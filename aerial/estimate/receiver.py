"""Map the site's ``[receiver]`` and ``[[stations]]`` onto the reception models and back into JSON.

This is orchestration only: the physics is in :mod:`aerial.estimate.reception` and
:mod:`aerial.models`.
"""

from __future__ import annotations

import math

import numpy as np

from aerial.estimate import reception
from aerial.core import units
from aerial.core.errors import AerialError
from aerial.core.lengthtext import metres, metres_range
from aerial.models.skywave import SKY_WAVE_DISTANCE_RANGE_M

#: Tabulated frequencies per band in the tuning table.
TUNING_ROWS = 5


#: The variable capacitor assumed when the site gives neither coil nor capacitor: a common
#: broadcast-receiver tuning capacitor (an assumption, said in the report). [F]
ASSUMED_CAPACITOR_F = (15e-12, 365e-12)


#: Broadcast channel spacing by region (ITU Radio Regulations, Geneva 1975 plan: Regions 1 and 3
#: use 9 kHz, Region 2, the Americas, 10 kHz). Names are the ones [site] region accepts elsewhere,
#: lower-cased, plus the ITU region numbers.
TEN_KHZ_REGIONS = ("us", "usa", "united states", "ca", "canada", "mx", "mexico", "br", "brazil", "ar", "argentina",
                   "americas", "region 2")
NINE_KHZ_REGIONS = (
    "eu", "europe", "uk", "gb", "at", "be", "bg", "ch", "cy", "cz", "de", "dk", "ee", "es", "fi", "fr", "gr", "hr",
    "hu", "ie", "is", "it", "lt", "lu", "lv", "mt", "nl", "no", "pl", "pt", "ro", "se", "si", "sk",
    "au", "australia", "nz", "new zealand", "jp", "japan", "in", "india", "za", "south africa", "africa", "asia",
    "region 1", "region 3",
)


def channel_spacings(region) -> list:
    """Broadcast channel spacings [Hz] to judge selectivity by: the region's, or both when unknown.

    Examples
    --------
    >>> channel_spacings("US"), channel_spacings("de"), channel_spacings(None)
    ([10000.0], [9000.0], [9000.0, 10000.0])
    """
    norm = str(region or "").strip().lower()
    if norm in TEN_KHZ_REGIONS or norm.startswith("us-"):
        return [10e3]
    if norm in NINE_KHZ_REGIONS:
        return [9e3]
    return [9e3, 10e3]


def tuning_parts(site) -> reception.TuningParts:
    rx = site.receiver
    cal = None
    if rx.measured:
        m = rx.measured
        cal = reception.Calibration(m["inductance_h"], m["capacitor_f"], m["frequency_hz"], m.get("bandwidth_hz"))
    return reception.TuningParts(
        arrangement=rx.coupling,
        coil_inductance_h=rx.inductance_h,
        coil=site.receiver.coil,
        capacitor_min_f=rx.capacitor_min_f if not _needs_assumed_capacitor(rx) else ASSUMED_CAPACITOR_F[0],
        capacitor_max_f=rx.capacitor_max_f if not _needs_assumed_capacitor(rx) else ASSUMED_CAPACITOR_F[1],
        series_capacitance_f=rx.coupling_capacitor_f,
        tap_fraction=rx.tap_fraction,
        primary_inductance_h=rx.primary_inductance_h,
        coupling_coefficient=rx.coupling_factor,
        detector=rx.detector,
        earphone_ohm=rx.earphone_ohm,
        detector_tap_fraction=rx.detector_tap_fraction,
        calibration=cal,
        interference_margin_db=rx.interference_margin_db,
        capacitor_assumed=_needs_assumed_capacitor(rx),
    )


def _needs_assumed_capacitor(rx) -> bool:
    has_coil = rx.inductance_h is not None or (rx.coil is not None and rx.coil.turns is not None)
    return not has_coil and rx.capacitor_min_f is None


def _primary_band(site):
    for name, lo, hi in site.bands:
        if name.startswith("MF"):
            return name, lo, hi
    return site.bands[0]


#: Said of a station beyond the swept bands, whose aerial figures are worked out at its own frequency.
BEYOND_BANDS_NOTE = ("{f} lies outside the swept bands ({lo} to {hi}): the aerial's and the earth's figures are "
                     "worked out at its own frequency, but the tuning parts are designed for the {band} band only; "
                     "add its band to [site] bands for its own tuning")


def with_station_points(freqs, resp, beyond):
    """The sweep's frequencies and aerial arrays with the points ``beyond`` the grid merged in, in order.

    ``beyond``: ``(frequencies [Hz], response)`` from :func:`aerial.estimate.assemble.station_points`, or None.
    Returns ``(f, r, x, rr, he, station_columns)``: frequency [Hz], series resistance [ohm], reactance [ohm],
    radiation resistance [ohm], effective height [m] and the full-wave building solution's per-station
    effective heights [m] (None without one).
    """
    keys = ("series_resistance_ohm", "reactance_ohm", "radiation_resistance_ohm", "effective_height_m")
    f = np.asarray(freqs, float)
    cols = [np.asarray(resp[k], float) for k in keys]
    own = (resp.get("building_full_wave") or {}).get("station_effective_height_m")
    own = None if own is None else np.asarray(own, float).reshape(len(f), -1)
    if beyond is not None:
        fb, rb = np.asarray(beyond[0], float), beyond[1]
        order = np.argsort(np.concatenate([f, fb]), kind="stable")
        cols = [np.concatenate([c, np.asarray(rb[k], float)])[order] for c, k in zip(cols, keys)]
        if own is not None:
            extra = np.asarray(rb["building_full_wave"]["station_effective_height_m"], float).reshape(len(fb), -1)
            own = np.concatenate([own, extra])[order]
        f = np.concatenate([f, fb])[order]
    return (f, *cols, own)


def receiver_results(site, freqs, resp, beyond=None) -> tuple[dict, list, list]:
    """Tuning design and station verdicts for the site. Returns (tuning, stations, warnings).

    ``beyond``: the aerial at the station frequencies outside the swept grid
    (:func:`aerial.estimate.assemble.station_points`); those stations are heard with it.
    """
    work = ReceiverWork(site, freqs, resp, lambda: beyond)
    return work.join(work.tuning(), work.stations(), work.station_design())


class ReceiverWork:
    """:func:`receiver_results` as three independent pieces of work and the step that joins them.

    :meth:`tuning` (the tuning design), :meth:`stations` (each station's verdict by day and by night) and
    :meth:`station_design` (the tuning for the listed stations) need only the site, the sweep and the coil,
    which each works out on first use (:meth:`coil_and_parts`, the same in any process): the report shares
    them out between two processes (:func:`aerial.core.beside.shared`). :meth:`join` puts their results
    together as :func:`receiver_results` returns them, warnings in the same order.

    ``beyond``: a function of no arguments giving :func:`receiver_results`'s ``beyond``, called when a piece
    first needs it.
    """

    def __init__(self, site, freqs, resp, beyond):
        self.site, self.resp, self._beyond = site, resp, beyond
        f = np.asarray(freqs, float)
        self.f = f
        self.name, lo, hi = _primary_band(site)
        self.band = (lo, hi)
        self.in_band = (f >= lo - 1e-6) & (f <= hi + 1e-6)
        self._prepared = self._station_columns = None

    def coil_and_parts(self):
        """(band arrays (f, r, x) [Hz], [ohm], [ohm], the tuning parts with any coupling designed, the coupling's
        notes, the coil the tuning shows): resolved (or designed) once, the verdicts and the design for the
        stations use them too."""
        if self._prepared is None:
            site, m = self.site, self.in_band
            f = self.f[m]
            r = np.asarray(self.resp["series_resistance_ohm"], float)[m]
            x = np.asarray(self.resp["reactance_ohm"], float)[m]
            # a coil still to be designed: its coupling too, unless the site names one, so that the parts cover
            # the band
            parts, coupling_notes = reception.design_coupling(f, r, x, tuning_parts(site), self.band,
                                                              coupling_open=not site.receiver.coupling_given,
                                                              detector_tap_open=not site.receiver.detector_tap_given)
            coil = reception.tuning_coil(f, r, x, parts, band=self.band)
            self._prepared = (f, r, x), parts, coupling_notes, coil
        return self._prepared

    def _stations_at(self):
        """The sweep with the stations' own points merged in, and each station's own effective height."""
        if self._station_columns is None:
            f, r, x, rr, he, columns = with_station_points(self.f, self.resp, self._beyond())
            self._station_columns = (f, r, x, rr, he), station_effective_heights(self.site, f, columns)
        return self._station_columns

    def tuning(self) -> tuple[dict, list]:
        """The tuning design (the report's ``tuning`` less ``station_design``) and its warnings."""
        site = self.site
        (f, r, x), parts, coupling_notes, coil = self.coil_and_parts()
        warnings: list[str] = []
        tuning = reception.design_tuning(f, r, x, parts, band=self.band, range_curve=True, coil=coil)
        curve = tuning.pop("range_curve", None)
        curve_error = tuning.pop("range_curve_error", None)
        tuning["band"] = {"name": self.name, "from_hz": self.band[0], "to_hz": self.band[1]}
        tuning["arrangement"] = parts.arrangement
        tuning["channel_spacings_hz"] = channel_spacings(site.region)
        tuning["source"] = "measured" if parts.calibration else "estimate"
        if _needs_assumed_capacitor(site.receiver):
            tuning.setdefault("notes", []).insert(0, (
                "No coil or capacitor given: the coil is designed for a common 15–365 pF variable capacitor (an "
                "assumption). Give [receiver] coil and capacitor to check your own parts."))
        if coupling_notes:
            at = 1 if _needs_assumed_capacitor(site.receiver) else 0
            tuning.setdefault("notes", [])[at:at] = coupling_notes
            if parts.arrangement != site.receiver.coupling:
                tuning["coupling_designed"] = True
                if parts.arrangement == "series capacitor":
                    tuning["designed_series_capacitance_f"] = float(parts.series_capacitance_f)
                elif parts.arrangement == "coil tap":
                    tuning["designed_tap_ratio"] = float(parts.tap_fraction)
            if parts.detector_tap_designed:
                tuning["detector_tap_designed"] = True
        if len(site.bands) > 1:
            tuning.setdefault("notes", []).append(
                f"The tuning parts are designed for the {self.name} band; other bands need their own coil.")
        if curve is not None:
            tuning["range_curve"] = curve
        if curve_error is not None:
            warnings.append(f"tuning-range picture not drawn: {curve_error}")
        warnings += list(tuning.get("warnings", []))
        return tuning, warnings

    def stations(self) -> tuple[list, list]:
        """Each listed station's verdict by day and by night (the report's ``stations``) and their warnings."""
        site = self.site
        if not site.stations:
            return [], []
        _, parts, _, coil = self.coil_and_parts()
        (f, r, x, rr, he), own = self._stations_at()
        stations, night_warnings = _stations_day_and_night(site, f, r, x, rr, he, parts, own, band=self.band,
                                                           coil=coil)
        _say_beyond_bands(site, stations, (self.f[0], self.f[-1]), self.name)
        return stations, night_warnings

    def station_design(self) -> tuple[dict | None, list]:
        """The tuning for the listed stations (None without stations, or when it cannot be worked out) and the
        warning that says why not."""
        site = self.site
        if not site.stations:
            return None, []
        _, parts, _, coil = self.coil_and_parts()
        (f, r, x, rr, he), own = self._stations_at()
        day = [reception.Station(s.name, s.frequency_hz, s.power_w, s.distance_m, s.soil.relative_permittivity,
                                 s.soil.conductivity_s_m, effective_height_m=h) for s, h in zip(site.stations, own)]
        try:
            return reception.design_for_stations(f, r, x, rr, he, parts, day, self.band,
                                                 min(channel_spacings(site.region)), coil=coil), []
        except AerialError as err:
            return None, [f"tuning for the listed stations not worked out: {err}"]

    def join(self, tuning, stations, design) -> tuple[dict, list, list]:
        """:func:`receiver_results`'s (tuning, stations, warnings) from the three pieces' results."""
        (tuning, warnings), (stations, night_warnings), (design, design_warnings) = tuning, stations, design
        warnings = list(warnings)
        if self.site.stations:
            warnings += night_warnings + design_warnings
            if design is not None:
                tuning["station_design"] = design
            said = set(warnings) | set(tuning.get("notes", [])) | set(tuning.get("warnings", []))
            warnings += station_warnings(stations, said)  # once the tuning's own notes are all written
        return tuning, stations, warnings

__Problem__
The string "pieces" may occur in the listing; show every line where it does.

__Completed task__
    """:func:`receiver_results` as three independent pieces of work and the step that joins them.
        """:func:`receiver_results`'s (tuning, stations, warnings) from the three pieces' results."""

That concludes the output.